[ACTIVITY] Across the records below, how many lines include the string "PinnedPinned"? State the number and nothing more.

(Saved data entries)
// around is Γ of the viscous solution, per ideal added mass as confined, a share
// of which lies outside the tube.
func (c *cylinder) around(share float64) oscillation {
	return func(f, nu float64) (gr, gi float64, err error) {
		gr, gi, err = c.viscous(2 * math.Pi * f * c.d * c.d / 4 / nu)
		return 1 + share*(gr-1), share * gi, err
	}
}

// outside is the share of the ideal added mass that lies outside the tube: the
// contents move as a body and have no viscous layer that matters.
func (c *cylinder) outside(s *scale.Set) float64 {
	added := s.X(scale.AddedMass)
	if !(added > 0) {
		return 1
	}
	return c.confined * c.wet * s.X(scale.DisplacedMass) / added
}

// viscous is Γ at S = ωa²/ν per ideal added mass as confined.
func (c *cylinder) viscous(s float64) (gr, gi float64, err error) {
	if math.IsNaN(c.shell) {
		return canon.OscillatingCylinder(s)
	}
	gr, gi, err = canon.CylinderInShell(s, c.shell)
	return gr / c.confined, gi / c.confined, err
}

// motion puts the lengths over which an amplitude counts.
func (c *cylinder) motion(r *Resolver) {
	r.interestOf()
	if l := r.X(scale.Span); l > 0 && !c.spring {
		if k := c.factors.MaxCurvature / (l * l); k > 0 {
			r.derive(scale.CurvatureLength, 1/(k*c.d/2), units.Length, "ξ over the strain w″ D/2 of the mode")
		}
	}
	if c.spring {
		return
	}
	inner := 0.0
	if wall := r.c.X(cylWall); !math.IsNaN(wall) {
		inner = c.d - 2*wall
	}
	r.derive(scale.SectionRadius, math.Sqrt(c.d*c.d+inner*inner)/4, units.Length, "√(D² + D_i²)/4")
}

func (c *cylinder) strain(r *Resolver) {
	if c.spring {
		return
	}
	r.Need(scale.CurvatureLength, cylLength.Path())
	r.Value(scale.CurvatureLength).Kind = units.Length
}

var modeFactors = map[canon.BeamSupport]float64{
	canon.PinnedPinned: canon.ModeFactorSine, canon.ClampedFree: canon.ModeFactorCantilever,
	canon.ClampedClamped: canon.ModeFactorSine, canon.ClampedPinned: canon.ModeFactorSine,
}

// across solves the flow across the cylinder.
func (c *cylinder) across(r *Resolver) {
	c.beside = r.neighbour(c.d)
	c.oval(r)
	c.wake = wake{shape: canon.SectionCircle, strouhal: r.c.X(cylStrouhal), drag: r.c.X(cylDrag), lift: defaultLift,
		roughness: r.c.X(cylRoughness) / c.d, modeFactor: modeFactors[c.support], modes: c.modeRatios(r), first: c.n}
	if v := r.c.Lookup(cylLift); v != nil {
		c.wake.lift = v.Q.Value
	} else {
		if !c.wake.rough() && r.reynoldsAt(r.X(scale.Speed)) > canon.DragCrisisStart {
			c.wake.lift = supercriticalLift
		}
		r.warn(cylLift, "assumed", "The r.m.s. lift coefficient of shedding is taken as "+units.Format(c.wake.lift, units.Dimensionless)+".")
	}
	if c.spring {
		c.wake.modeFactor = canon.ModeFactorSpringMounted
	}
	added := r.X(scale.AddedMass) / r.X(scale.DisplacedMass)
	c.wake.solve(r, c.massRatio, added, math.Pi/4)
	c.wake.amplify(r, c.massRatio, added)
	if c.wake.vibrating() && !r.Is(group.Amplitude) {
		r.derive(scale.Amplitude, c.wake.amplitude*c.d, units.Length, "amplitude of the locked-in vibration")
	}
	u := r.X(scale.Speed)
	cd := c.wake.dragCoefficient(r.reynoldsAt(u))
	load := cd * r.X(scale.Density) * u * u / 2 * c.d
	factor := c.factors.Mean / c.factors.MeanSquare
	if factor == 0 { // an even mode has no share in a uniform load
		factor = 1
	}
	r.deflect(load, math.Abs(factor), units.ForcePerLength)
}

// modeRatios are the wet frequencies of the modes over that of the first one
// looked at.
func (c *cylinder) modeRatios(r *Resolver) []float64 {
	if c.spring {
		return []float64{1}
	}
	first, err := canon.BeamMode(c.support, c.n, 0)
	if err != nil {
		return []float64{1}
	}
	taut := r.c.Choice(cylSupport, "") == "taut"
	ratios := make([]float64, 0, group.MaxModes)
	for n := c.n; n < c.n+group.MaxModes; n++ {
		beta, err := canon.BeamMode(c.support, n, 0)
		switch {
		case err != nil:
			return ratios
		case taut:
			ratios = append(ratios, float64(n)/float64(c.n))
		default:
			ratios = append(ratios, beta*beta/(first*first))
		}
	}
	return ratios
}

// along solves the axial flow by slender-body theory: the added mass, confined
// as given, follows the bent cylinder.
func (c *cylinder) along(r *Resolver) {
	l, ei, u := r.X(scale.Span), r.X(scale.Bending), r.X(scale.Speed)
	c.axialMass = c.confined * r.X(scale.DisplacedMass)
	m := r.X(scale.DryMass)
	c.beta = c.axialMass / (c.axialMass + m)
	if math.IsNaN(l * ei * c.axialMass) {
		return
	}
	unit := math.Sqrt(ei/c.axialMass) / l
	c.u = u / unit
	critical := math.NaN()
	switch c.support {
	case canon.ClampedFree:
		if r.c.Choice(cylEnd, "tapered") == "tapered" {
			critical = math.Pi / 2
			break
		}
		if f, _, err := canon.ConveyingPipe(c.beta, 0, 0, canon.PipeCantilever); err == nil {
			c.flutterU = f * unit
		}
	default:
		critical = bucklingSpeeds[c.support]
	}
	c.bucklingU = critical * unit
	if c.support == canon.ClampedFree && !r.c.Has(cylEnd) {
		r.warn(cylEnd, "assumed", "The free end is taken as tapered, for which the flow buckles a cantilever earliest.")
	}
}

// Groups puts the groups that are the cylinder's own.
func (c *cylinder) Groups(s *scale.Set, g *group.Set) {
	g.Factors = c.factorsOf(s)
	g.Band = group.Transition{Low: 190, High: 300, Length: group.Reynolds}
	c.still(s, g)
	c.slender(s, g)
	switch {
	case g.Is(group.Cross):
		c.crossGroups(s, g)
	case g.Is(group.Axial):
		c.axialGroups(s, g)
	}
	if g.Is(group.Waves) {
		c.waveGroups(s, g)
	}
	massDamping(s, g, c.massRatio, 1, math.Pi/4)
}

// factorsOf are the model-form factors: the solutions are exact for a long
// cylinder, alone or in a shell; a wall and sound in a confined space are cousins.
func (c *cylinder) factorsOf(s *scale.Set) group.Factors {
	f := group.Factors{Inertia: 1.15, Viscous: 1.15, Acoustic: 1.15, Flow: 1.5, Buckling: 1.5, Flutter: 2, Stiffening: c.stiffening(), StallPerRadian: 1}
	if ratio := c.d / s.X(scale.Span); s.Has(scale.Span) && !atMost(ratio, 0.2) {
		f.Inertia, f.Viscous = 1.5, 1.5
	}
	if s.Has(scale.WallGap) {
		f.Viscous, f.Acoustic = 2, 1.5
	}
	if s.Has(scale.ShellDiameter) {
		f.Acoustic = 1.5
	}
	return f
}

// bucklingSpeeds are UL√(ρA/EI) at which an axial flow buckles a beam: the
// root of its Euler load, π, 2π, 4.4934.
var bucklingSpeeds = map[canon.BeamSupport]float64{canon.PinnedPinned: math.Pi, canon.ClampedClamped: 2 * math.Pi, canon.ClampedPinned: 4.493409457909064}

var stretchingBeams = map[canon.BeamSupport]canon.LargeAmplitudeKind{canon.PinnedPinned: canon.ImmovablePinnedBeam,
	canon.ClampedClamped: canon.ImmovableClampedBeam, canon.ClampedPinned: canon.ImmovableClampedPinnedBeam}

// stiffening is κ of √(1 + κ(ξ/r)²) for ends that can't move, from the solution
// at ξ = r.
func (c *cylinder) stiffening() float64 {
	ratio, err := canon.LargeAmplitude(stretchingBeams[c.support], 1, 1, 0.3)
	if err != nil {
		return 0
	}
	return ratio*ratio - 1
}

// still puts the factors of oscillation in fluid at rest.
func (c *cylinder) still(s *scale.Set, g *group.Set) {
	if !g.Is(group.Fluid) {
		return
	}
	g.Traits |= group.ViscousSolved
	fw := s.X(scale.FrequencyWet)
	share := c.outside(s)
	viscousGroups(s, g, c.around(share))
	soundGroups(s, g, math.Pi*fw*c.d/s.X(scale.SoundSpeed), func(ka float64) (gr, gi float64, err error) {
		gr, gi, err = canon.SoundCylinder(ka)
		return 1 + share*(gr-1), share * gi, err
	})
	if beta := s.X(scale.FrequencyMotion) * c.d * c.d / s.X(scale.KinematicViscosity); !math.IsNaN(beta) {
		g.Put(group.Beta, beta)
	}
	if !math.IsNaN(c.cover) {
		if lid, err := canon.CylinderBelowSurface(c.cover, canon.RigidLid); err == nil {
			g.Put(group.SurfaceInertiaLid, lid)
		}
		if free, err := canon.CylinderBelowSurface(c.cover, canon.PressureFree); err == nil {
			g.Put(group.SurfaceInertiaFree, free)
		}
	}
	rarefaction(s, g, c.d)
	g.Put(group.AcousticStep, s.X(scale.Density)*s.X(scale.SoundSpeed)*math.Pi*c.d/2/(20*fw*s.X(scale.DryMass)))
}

[SOLUTION TO THIS PROBLEM] 3